Table4_Variations in DNA methylation and the role of regulatory factors in rice (Oryza sativa) response to lunar orbit stressors.xlsx

Deep space flight imposes higher levels of damage on biological organisms; however, its specific effects on rice remain unclear. To investigate the variations in DNA methylation under deep space flight conditions, this study examined rice seeds carried by Chang’e-5. After 23 days of lunar orbital flight, the samples were planted in an artificial climate chamber and subjected to transcriptome and DNA methylation sequencing during the tillering and heading stages. The methylation patterns in the rice genome exhibited variability in response to lunar orbital stressors. DNA methylation alters the expression and interaction patterns of functional genes, involving biological processes such as metabolism and defense. Furthermore, we employed single-sample analysis methods to assess the gene expression and interaction patterns of different rice individuals. The genes exhibiting changes at the transcriptional and methylation levels varied among the different plants; however, these genes regulate consistent biological functions, primarily emphasizing metabolic processes. Finally, through single-sample analysis, we identified a set of miRNAs induced by lunar orbital stressors that potentially target DNA methylation regulatory factors. The findings of this study broaden the understanding of space biological effects and lay a foundation for further exploration of the mechanisms by which deep space flight impacts plants.
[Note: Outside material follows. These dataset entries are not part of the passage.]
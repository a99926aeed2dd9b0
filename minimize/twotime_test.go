package minimize

import (
	"context"
	"math"
	"testing"

	"github.com/tenter-go/tenter/action"
	"github.com/tenter-go/tenter/constraint"
	"github.com/tenter-go/tenter/field"
	"github.com/tenter-go/tenter/lattice"
)

// twoTime is the two-time problem of a sine-Gordon collision: the exact slices at
// t = ∓T/2 pinned, the ends held at its values. The start knows nothing else.
func twoTime(t *testing.T, span float64) (*action.Discrete, *constraint.Set, *field.History) {
	t.Helper()
	clock := lattice.Axis{From: -span / 2, Step: 0.1, Sites: int(math.Round(span/0.1)) + 1}
	line := lattice.Axis{From: -16, Step: 0.2, Sites: 161, Left: lattice.Held, Right: lattice.Held}
	s := newAction(t, clock, line, action.Wave{Potential: action.SineGordon{}})
	f := profile(field.SineGordonKinkAntikink(field.Collision{Speed: 0.4}))
	held := constraint.On(s.Block())
	first := f.On(line, -span/2).Field
	held.Slice(0, first)
	held.Slice(clock.Sites-1, f.On(line, span/2).Field)
	held.Left(func(t float64) float64 { v, _ := f(-16, t); return v })
	held.Right(func(t float64) float64 { v, _ := f(16, t); return v })
	start, err := Straight(held, field.Repeat(s.Block(), first))
	if err != nil {
		t.Fatal(err)
	}
	return s, held, start
}

// shootsAcross solves the two-time problem from the straight start, which the
// residual alone can judge: there are many solutions.
func shootsAcross(t *testing.T, span float64) {
	s, held, start := twoTime(t, span)
	found, err := LeastResidual(context.Background(), s, held, start, &Settings{Strategy: Shooting})
	if err != nil {
		t.Fatal(err)
	}
	var most float64
	for _, r := range s.Residual(nil, found.History).Data {
		most = max(most, math.Abs(r))
	}
	t.Logf("T = %g: max|r| %.2g, action %.9g\n%v", span, most, s.Value(found.History), found.Report)
	if !(most <= 1e-9) { // the bar of the two-time problem
		t.Errorf("max|r| = %.3g, want at most 1e-9", most)
	}
	last := s.Block().Slices() - 1
	for n, want := range map[int]field.Slice{0: start.Slice(0), last: start.Slice(last)} {
		if d := found.History.Slice(n).MaxDifference(want); d != 0 {
			t.Errorf("pinned slice %d is off by %v", n, d)
		}
	}
}

func TestShootingAcrossTenUnits(t *testing.T) { shootsAcross(t, 10) }

// Dragging follows its curve to the same history as the march of what it found.
func TestDraggingAcrossTenUnits(t *testing.T) {
	s, held, start := twoTime(t, 10)
	found, err := LeastResidual(context.Background(), s, held, start, &Settings{Strategy: Dragging})
	if err != nil {
		t.Fatal(err)
	}
	r := found.Report
	if len(r.Stages) != 1 || r.Stages[0].Iterations < 5 || r.After.Max > 1e-9 {
		t.Errorf("%v", r)
	}
}

// The derivative of all misfits by all Cauchy data against central differences:
// the error of those is step²/6 times the third derivative, about 1e-8, and
// rounding 1e-16/step = 1e-12.
func TestTangentsOfShots(t *testing.T) {
	s, held, start := twoTime(t, 3)
	p, err := newProblem(problemResidual, s, held, start, nil)
	if err != nil {
		t.Fatal(err)
	}
	sh := newShots(p, s, nil, []int{0, 12, 20})
	sh.fill()
	sh.shoot(p.h)
	sh.linearise(context.Background(), p.h)
	const step = 1e-4
	for j := range sh.nodes {
		nd := &sh.nodes[j]
		jac := append([]float64(nil), nd.jac...)
		for u := 0; u < len(nd.free); u += 37 {
			at := nd.slice*sh.size + nd.free[u]
			v := p.h.Data[at]
			p.h.Data[at] = v + step
			sh.shoot(p.h)
			up := append([]float64(nil), nd.res...)
			p.h.Data[at] = v - step
			sh.shoot(p.h)
			p.h.Data[at] = v
			for r, down := range nd.res {
				if d := (up[r]-down)/(2*step) - jac[u*len(nd.rows)+r]; math.Abs(d) > 1e-6 {
					t.Fatalf("node %d, ∂(misfit %d)/∂(unknown %d) is off by %.3g", j, r, u, d)
				}
			}
		}
	}
}

func TestStraightStart(t *testing.T) {
	s, held, start := twoTime(t, 10)
	n, last := 25, s.Block().Slices()-1
	for i := range 161 {
		a, b := start.At(0, 0, i), start.At(last, 0, i)
		if i > 0 && i < 160 { // the ends are held at every slice
			if d := start.At(n, 0, i) - (0.75*a + 0.25*b); math.Abs(d) > 1e-14 { // rounding
				t.Fatalf("site %d at a quarter of the way is off by %v", i, d)
			}
		}
	}
	if Vary(start, 0, 1).MaxDifference(start) != 0 || Vary(start, 3, 1).MaxDifference(Vary(start, 3, 1)) != 0 {
		t.Error("variations are not repeatable")
	}
	if d := Vary(start, 3, 1).MaxDifference(Vary(start, 4, 1)); d < 0.1 {
		t.Errorf("variations 3 and 4 differ by %v only", d)
	}
	if _, err := Straight(nil, start); err == nil {
		t.Error("no error without conditions")
	}
	_ = held
}

// Where dt = dx, two sides of 8 links and no mass, every mode returns after twice
// the side: the last slice repeats the first with its sign and its sides changed,
// and slices that do not cannot be joined. Shooting is then tried in vain, from
// both starts, and the report says so.
func TestTwoTimesThatCannotBeJoined(t *testing.T) {
	line := lattice.Axis{Step: 1, Sites: 9, Left: lattice.Held, Right: lattice.Held}
	s := newAction(t, lattice.Axis{Step: 1, Sites: 9}, line, action.Wave{})
	row := field.NewSlice(1, 9)
	row.Data[2], row.Data[5] = 1, 2
	held := constraint.On(s.Block())
	held.Slice(0, row)
	held.Slice(8, row)
	found, err := LeastResidual(context.Background(), s, held, field.NewHistory(s.Block(), 1), nil)
	if found == nil {
		t.Fatal(err)
	}
	r := found.Report
	if len(r.Stages) != 3 || r.Strategy != BlockWide || !r.Stages[0].Used || r.Stages[1].Used || r.Stages[2].Used || r.Stages[2].Strategy != Shooting {
		t.Errorf("%v\n%v", err, r)
	}
	// 1 and 2 want to be −2 and −1 at the mirror images of their sites
	if r.After.Max < 0.01 {
		t.Errorf("residual %v of a problem without a solution", r.After.Max)
	}
}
深空飞行会对生物有机体造成更为严重的损伤，但目前其对水稻的具体影响仍不明确。为探究深空飞行环境下DNA甲基化（DNA methylation）的变化规律，本研究对由嫦娥五号搭载的水稻种子展开了相关实验。经23天月球轨道飞行后，这些样本被种植于人工气候箱中，并分别在分蘖期与抽穗期进行转录组与DNA甲基化测序。水稻基因组的甲基化模式在响应月球轨道胁迫因素时呈现出显著差异。DNA甲基化会改变功能基因的表达模式与互作网络，涉及代谢、防御等多种生物学过程。此外，本研究采用单样本分析方法，对不同水稻个体的基因表达模式与互作网络进行了评估。尽管不同植株间在转录与甲基化水平上发生变化的基因存在差异，但这些基因所调控的生物学功能却具有一致性，主要集中于代谢过程。最后，通过单样本分析，本研究鉴定出了一组由月球轨道胁迫因素诱导产生的microRNA（miRNA），其潜在靶点为DNA甲基化调控因子。本研究的发现加深了人们对空间生物学效应的认知，并为进一步探究深空飞行影响植物的分子机制奠定了基础。